Method: At a 30° incline, eleven experienced runners (7M, 4F, 30.8 +/- 7.9 years, 1.71 +/- 0.08m, 66.7 +/- 9.4 kg) walked and ran for 5 minute trials with 5 minute rest between. Starting at 0.3 m/s we increased treadmill velocity by 0.1 m/s for each successive trial until subjects were unable to maintain the set velocity. We measured oxygen uptake (mlO2/kg/min) and metabolic rates (W/kg) and calculated the costs of walking (Cw) and running (Cr) (J/kg/m).

Result: Oxygen uptake and metabolic power increased linearly with velocity (W/kg walk= 1.452 + 21.848V, W/kg run=5.351 + 17.586V). At the five slowest velocities (0.3, 0.4, 0.5, 0.6, and 0.7 m/s), Cw was less than Cr.
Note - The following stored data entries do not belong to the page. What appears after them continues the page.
class _Job:
    """One shrink: the plan (built globally or per layer), the streamed writes, and the report."""

    def __init__(self, ckpt, chosen, policy, method, seed, precision, cache, progress, *, engine: Engine,
                 work_dir: Path, fault: Callable | None = None) -> None:
        self.ckpt, self.policy, self.method = ckpt, policy, method
        self.seed, self.precision, self.cache, self.progress = seed, precision, cache, progress
        self.engine, self.work_dir, self.fault = engine, work_dir, fault
        self.results: dict[str, dict] = {}  # tensor name -> its factor task's metadata
        self.values: dict[str, Spectrum] = {}  # values-first budget route: module -> its singular values
        self.redone: set[str] = set()
        self.reused = 0  # factor results found in the work directory (an earlier run's), not recomputed
        self.chosen = {c.weight.name: c for c in chosen}
        self.biases = {c.bias.name: c for c in chosen if c.bias is not None}
        self.sites = [c.site for c in chosen]
        partial = method in ("auto", "randomized")
        self.k = {s.name: (rank_needed(s, policy) if partial else None) for s in self.sites}  # as compress()
        self.plan: dict | None = None
        self.entries: dict[str, dict] = {}
        self.report: dict[str, dict] = {}
        self.params_before = sum(math.prod(t.shape) for h in ckpt.files for t in h.tensors.values())
        self.params_after = 0

    def _task(self, kind: str, c: _Candidate) -> _Task:
        s = c.site
        per_layer = kind == "factors" and self.plan is None
        return _Task(kind=kind, shard=str(c.weight_file.path), name=c.weight.name, site=s, method=self.method,
                     k=self.k[s.name], seed=self.seed, precision=self.precision, work_dir=str(self.work_dir),
                     cache_dir=str(self.cache.directory) if self.cache is not None else None,
                     entry=self.entries.get(c.module) if kind == "factors" and not per_layer else None,
                     policy=self.policy if per_layer else None, fault=self.fault,
                     values=self.values.get(c.module) if kind == "factors" else None)

    def _map(self, fn, kind: str, label: str) -> list[dict]:
        """One task per chosen matrix on the engine; results in the order of the matrices."""
        chosen = list(self.chosen.values())
        try:
            results = self.engine.map(fn, [self._task(kind, c) for c in chosen], label=label, progress=self.progress)
        except TasksFailed as e:
            names = [chosen[i].weight.name for i in e.unfinished]
            resume = ("rerunning with the same cache directory resumes: finished matrices are not redone"
                      if self.cache is not None else
                      "rerun with a cache directory (cache_dir= / --cache DIR) so that a later rerun resumes from "
                      "the matrices already finished")
            raise FactorizeError(f"{e.message}; matrices not finished:", names,
                                 fix=f"check the workers' memory and logs; {resume}") from None
        for c, r in zip(chosen, results):
            if r["attempts"] > 1:
                self.redone.add(c.weight.name)
            if self.cache is not None and r["cache"]:
                self.cache._count(**r["cache"])
        return results

    def plan_globally(self) -> None:
        """First pass (budget): every spectrum's singular values, then one plan for all layers."""
        results = self._map(_values_task, "values", "spectra")
        values = {c.module: r["values"] for c, r in zip(self.chosen.values(), results)}
        if self.method == "auto":  # values first: pass 2 computes only the kept vectors, guarded by these values
            self.values = values
        self.plan = choose_ranks(self.sites, values, self.policy, method=self.method)
        self.entries = dict(self.plan["sites"])

    def factor_all(self) -> None:
        """The factors of every chosen matrix into the work directory (the plan's ranks, or per layer)."""
        results = self._map(_factors_task, "factors", "factors")
        self.results = {c.weight.name: r for c, r in zip(self.chosen.values(), results)}
        self.reused = sum(1 for r in results if r["cached"])
        for c, r in zip(self.chosen.values(), results):
            self.entries.setdefault(c.module, r["entry"])

    def factor_bytes(self) -> int:
        """Bound on the factor files the tasks write: exact with a plan, else the weights' own size."""
        total = 0
        for c in self.chosen.values():
            e = self.entries.get(c.module)
            item = c.weight.nbytes // max(math.prod(c.weight.shape), 1)
            if e is None:
                total += c.weight.nbytes
            elif e["action"] == "factor":
                total += e["rank"] * sum(c.weight.shape) * item
        return total + 4096 * len(self.chosen)

    def planned_bytes(self) -> int:
        """Exact output size once the plan is known (budget), plus the header reserves."""
        total = 0
        for h in self.ckpt.files:
            total += self.reserve_for(h)
            for name, info in h.tensors.items():
                c = self.chosen.get(name)
                e = self.entries.get(c.module) if c else None
                if e is not None and e["action"] == "factor":
                    item = info.nbytes // max(math.prod(info.shape), 1)
                    total += e["rank"] * sum(info.shape) * item
                else:
                    total += info.nbytes
        return total

    def reserve_for(self, h: Header) -> int:
        sharded = self.ckpt.index is not None
        n = 1024 if sharded else _plan_bound(self.sites, self.policy) + 1024
        for name, info in h.tensors.items():
            c = self.chosen.get(name)
            n += _entry_bound(name, len(info.shape))
            if c is not None:
                n += 2 * _entry_bound(c.module + ".second.weight", 2)
                if c.bias is not None:
                    n += 2 * _entry_bound(c.module + ".second.bias", 1)
        return n

    def write_all(self, finals: list[Path], metadata: Mapping[str, str] | None, *, force: bool) -> list[Path]:
        """Write every output file to a temporary name, then rename them all into place (index last)."""
        from factorize._version import __version__

        sharded = self.ckpt.index is not None
        temps: list[Path] = []
        writers: list[_StreamWriter] = []
        done: list[Path] = []
        weight_map: dict[str, str] = {}
        try:
            for h, final in zip(self.ckpt.files, finals):
                w = _StreamWriter(final, self.reserve_for(h))
                writers.append(w)
                self._write_file(h, w)
                weight_map.update({name: final.name for name in w.entries})
                if not sharded:
                    meta = checkpoint_metadata(self._final_plan(), None, metadata)
                else:
                    meta = {KEY_FORMAT: FORMAT_NAME, KEY_VERSION: str(FORMAT_VERSION),
                            KEY_PLAN_IN: finals[-1].name, KEY_LIBRARY: __version__}
                w.finish(meta)
                temps.append(w.tmp)
            if sharded:
                total = sum(w.offset for w in writers)
                temps.append(self._write_index(finals[-1], weight_map, total, metadata))
            for tmp, final in zip(temps, finals):
                publish(tmp, final, force=force)
                done.append(final)
        except OSError as e:
            self._cleanup(writers, temps, done)
            raise FactorizeError(f"{finals[0]}: writing the output failed ({e.strerror or e}); the input is "
                                 "untouched and nothing was left behind",
                                 fix="check free space and permissions, then retry") from e
        except BaseException:
            self._cleanup(writers, temps, done)
            raise
        return done

    @staticmethod
    def _cleanup(writers, temps, done) -> None:
        for w in writers:
            w.abort()
        for p in list(temps) + list(done):
            remove_quietly(p)

    def _final_plan(self) -> dict:
        if self.plan is None:
            self.plan = {"format": PLAN_FORMAT, "version": PLAN_VERSION, "method": self.method,
                         "policy": self.policy.to_dict(), "sites": {s.name: self.entries[s.name] for s in self.sites}}
        return self.plan

    def _write_index(self, final: Path, weight_map: dict[str, str], total: int, metadata) -> Path:
        meta = {"total_size": total, **checkpoint_metadata(self._final_plan(), None, metadata)}
        tmp, fd = create_temp(final)
        with os.fdopen(fd, "w", encoding="utf-8") as f:
            json.dump({"metadata": meta, "weight_map": dict(sorted(weight_map.items()))}, f, indent=2)
            f.flush()
            os.fsync(f.fileno())
        return tmp

    def _write_file(self, h: Header, w: _StreamWriter) -> None:
        names = [n for n in h.tensors if n not in self.biases]  # a layer's bias travels with its weight
        for name in tqdm(names, desc=h.path.name, unit="tensor", disable=not self.progress, leave=False):
            c = self.chosen.get(name)
            if c is None:
                t = _read(h, name)
                w.add(name, t)
                self.params_after += t.numel()
            else:
                self._write_layer(c, w)

    def _write_layer(self, c: _Candidate, w: _StreamWriter) -> None:
        """One layer into the output: its factors from the task's result file, or the weight unchanged."""
        done = self.results[c.weight.name]
        entry = self.entries[c.module]
        bias = _read(c.bias_file, c.bias.name) if c.bias is not None else None
        row = {"module": c.module, "shape": list(c.weight.shape), "action": entry["action"], "rank": entry["rank"],
               "predicted_error": float(entry.get("predicted_error", 0.0)), "relative_error": done["relative_error"]}
        if entry["action"] == "factor":
            with safe_open(done["file"], framework="pt", device="cpu") as f:
                A = f.get_tensor("first")  # (r, in)
                w.add(c.module + ".first.weight", A)
                self.params_after += A.numel()
                del A
                B = f.get_tensor("second")  # (out, r)
                w.add(c.module + ".second.weight", B)
                self.params_after += B.numel()
                del B
            if bias is not None:
                w.add(c.module + ".second.bias", bias)
        else:
            W = _read(c.weight_file, c.weight.name)
            w.add(c.weight.name, W)
            self.params_after += W.numel()
            if bias is not None:
                w.add(c.bias.name, bias)
        if bias is not None:
            self.params_after += bias.numel()
        self.report[c.weight.name] = row
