def leading(
    matrix: torch.Tensor | np.ndarray,
    rank: int,
    *,
    values: Spectrum | None = None,
    guard_ranks: tuple[int, ...] | list[int] = (),
    oversample: int | None = None,
    max_iters: int = LEADING_MAX_ITERS,
    tolerance: float = AUTO_TOLERANCE,
    route: str = "auto",
    name: str = "matrix",
    **execution,
) -> Spectrum:
    """The leading ``rank`` singular vector pairs of ``matrix``, within ``tolerance`` (1%) of the optimal error.

    ``route="tridiagonal"`` (the ``"auto"`` choice where scipy and threadpoolctl are installed): the tridiagonal
    reduction of the smaller Gram matrix G that :func:`values_only` made for the values (kept with
    ``keep_gram=True``, made here otherwise), all eigenvectors of the tridiagonal matrix by divide and conquer, and
    the reflectors applied to the ``rank`` kept ones (:mod:`factorize.spectra.tridiagonal`). The same exact guard
    as below is checked on the result (the energy of W on the vectors), with the full eigendecomposition of G as
    the fallback.

    ``route="subspace"``: Chebyshev-filtered subspace iteration on the smaller Gram matrix G (Golub & Van Loan, sec.
    8.2.4; Saad, Numerical Methods for Large Eigenvalue Problems, 2nd ed., 2011, sec. 7.4; Zhou & Saad 2007): a
    seeded Gaussian block of ``rank + oversample`` columns; each round applies a Chebyshev polynomial of G that
    keeps the eigenvalues the block cannot hold within [-1, 1] and amplifies the wanted ones (degree d: d products G
    Y; the interval is exact because every eigenvalue is known, see :mod:`factorize.spectra.subspace`), one thin QR,
    and Rayleigh-Ritz (the eigenpairs of Q^T G Q); the next round starts from the Ritz vectors. Because every
    singular value is known (``values``, from :func:`values_only`, computed here when not given), the error is known
    exactly rather than estimated: with orthonormal Ritz vectors V_r, ``||W - W V_r V_r^T||_F^2 = ||W||_F^2 - sum of
    the top r Ritz values`` and the optimum is ``||W||_F^2 - sum_{i<=r} s_i^2`` (Eckart-Young-Mirsky). The iteration
    stops once the error at ``rank`` and at every rank in ``guard_ranks`` (smaller ranks that will be cut from these
    vectors, e.g. by a sweep) is within ``1 + tolerance`` of its optimum, allowing for the rounding of the Gram
    route (``2 r eps s_1^2``). After ``max_iters`` rounds without that, or when the block would exceed half of
    min(m, n), it falls back to the full eigendecomposition of G (``method`` says which route was taken).

    Returns a :class:`Spectrum` holding all of ``values.S`` (so it still serves rank allocation) and ``rank``
    vector pairs. The pairs are scaled with those singular values, ``U_r = W V_r / S_r`` (tall matrices; wide:
    ``Vh_r = S_r^-1 U_r^T W``), so ``factors(r)`` multiplies back to exactly the projection ``W V_r V_r^T`` for
    every r <= rank. Seeded through an explicit ``torch.Generator``: same matrix and seed, same bytes. ``seed`` and
    ``precision`` (keywords, as for :func:`decompose`) are the :class:`~factorize.execution.Execution` fields read.
    """
    run, rest = resolve_execution(execution.pop("execution", None), execution)  # Execution, or seed=/precision=
    if rest:
        raise FactorizeError(f"leading() got unknown keywords: {', '.join(rest)}", fix="accepted: seed, precision")
    seed, precision = run.seed, run.precision
    if values is None:
        w, total = _prepared_with_energy(matrix, precision, name)
    else:  # ||W||_F^2 only to check that values= belongs to this matrix: accumulated in the compute dtype
        w = _as_matrix(matrix, precision, name)
        total = float(torch.linalg.vector_norm(w)) ** 2
        if not np.isfinite(total):
            _raise_not_finite(w, name)
            total = _frobenius2(w)  # all finite after all: the float64 sum (float32 overflowed)
        elif not np.isclose(values.total_energy, total, rtol=1e-4, atol=0.0):
            # a float32 sum of many squares drifts (measured 3.9e-4 relative at 2048 x 5632, 1e-3 at 600 x 20000,
            # which refused a 1.1B checkpoint's MLP matrices): the float64 sum, as the values pass computed it, decides
            total = _frobenius2(w)
    k = min(w.shape)
    guard = sorted({int(r) for r in guard_ranks} | {int(rank)}) if k else []
    bad = [r for r in guard if not 1 <= r <= k]
    if bad:
        raise FactorizeError(f"{name}: rank(s) {bad} outside 1..{k} for a {tuple(w.shape)} matrix",
                             fix=f"ask for ranks between 1 and {k}")
    if values is None:
        values = _gram_values(w, keep_gram=True, total=total)
    elif (values.shape != tuple(w.shape) or values.computed_rank != k or not values.exact
          or not np.isclose(values.total_energy, total, rtol=1e-4, atol=0.0)):
        raise FactorizeError(f"{name}: values= holds {values.computed_rank} singular values of a {values.shape} "
                             f"matrix with ||W||_F^2 = {values.total_energy:.6g}, not all {k} of this "
                             f"{tuple(w.shape)} one (||W||_F^2 = {total:.6g})",
                             fix="pass values_only(matrix) of this same matrix, or values=None")
    if max_iters < 0 or tolerance < 0:
        raise FactorizeError(f"{name}: max_iters and tolerance must be >= 0, got {max_iters} and {tolerance}")
    route = _route(route, w)
    with lapack_threads(k):  # products too: up to order 2048 the result never depends on the caller's threads
        return _leading(w, int(rank), values, guard, oversample, max_iters, tolerance, seed, route)
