def lb_bad_marker(files):
    data = bytearray(files[1].read_bytes())
    off = 4 + 256 + 4  # the POS record's leading marker
    (n,) = struct.unpack_from("<i", data, off)
    struct.pack_into("<i", data, off + 4 + n, n - 12)  # its closing marker
    files[1].write_bytes(bytes(data))
    return files[1], "does not match"


def lb_count_mismatch(files):
    data = bytearray(files[1].read_bytes())
    (n1,) = struct.unpack_from("<i", data, 4 + 4)  # npart[1] of the header
    struct.pack_into("<i", data, 4 + 4, n1 + 1)
    files[1].write_bytes(bytes(data))
    return files[1], "POS record holds"


def h5_count_mismatch(files):
    with h5py.File(files[1], "a") as f:
        this = f["Header"].attrs["NumPart_ThisFile"]
        this[1] += 1
        f["Header"].attrs["NumPart_ThisFile"] = this
    return files[1], "NumPart_ThisFile[1] says"


def h5_total_mismatch(files):
    with h5py.File(files[1], "a") as f:
        total = f["Header"].attrs["NumPart_Total"]
        total[1] += 5
        f["Header"].attrs["NumPart_Total"] = total
    return files[1], "Header NumPart_Total is"


def h5_nan(files):
    with h5py.File(files[1], "a") as f:
        f["PartType1/Coordinates"][10, 0] = np.nan
    return files[1], "non-finite particle positions"


def h5_out_of_box(files):
    with h5py.File(files[1], "a") as f:
        f["PartType1/Coordinates"][3, 2] = 40.0
    return files[1], "outside the box"


def lb_edit_position(value):
    def edit(files):
        data = bytearray(files[1].read_bytes())
        struct.pack_into("<f", data, 4 + 256 + 4 + 4 + 4 * 7, value)  # POS: 8th float of the block
        files[1].write_bytes(bytes(data))
        return files[1], "non-finite particle positions" if np.isnan(value) else "outside the box"

    return edit


def missing_second_file(files):
    files[1].unlink()
    return files[0], "missing: " + str(files[1])


CASES = {
    "hdf5-truncated": ("hdf5", h5_truncate),
    "hdf5-count-mismatch": ("hdf5", h5_count_mismatch),
    "hdf5-total-mismatch": ("hdf5", h5_total_mismatch),
    "hdf5-nan": ("hdf5", h5_nan),
    "hdf5-out-of-box": ("hdf5", h5_out_of_box),
    "hdf5-missing-file": ("hdf5", missing_second_file),
    "legacy-truncated": ("legacy-binary", truncate),
    "legacy-wrong-marker": ("legacy-binary", lb_bad_marker),
    "legacy-count-mismatch": ("legacy-binary", lb_count_mismatch),
    "legacy-nan": ("legacy-binary", lb_edit_position(float("nan"))),
    "legacy-out-of-box": ("legacy-binary", lb_edit_position(-3.0)),
    "legacy-missing-file": ("legacy-binary", missing_second_file),
}


@pytest.mark.parametrize("case", list(CASES))
def test_bad_snapshot_file_at_the_command_line(tmp_path, case):
    # Each damage gives one error line naming the file at fault, exit status 2, and no plane file.
    fmt, damage = CASES[case]
    files = (h5_snapshot if fmt == "hdf5" else lb_snapshot)(tmp_path)
    named, expected = damage(files)
    out = tmp_path / "planes.h5"
    given = [str(f) for f in files if f.exists()]
    line = one_error_line(run("slice", "--settings", settings(format=fmt, length_unit="Mpc/h"), "--snapshot",
                              *given, "--output", str(out)))
    assert str(named) in line and expected in line, line
    assert_nothing_written(out)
However, at 0.8 m/s there was no difference between the two, and extrapolation suggests that at faster velocities, running likely cost less than walking.

Conclusion: Running quickly up steep inclines requires more energy than running slowly does. Furthermore, at slower speeds, walking costs less than running. Thus, VK racers should pick a specific gait based on their racing speed.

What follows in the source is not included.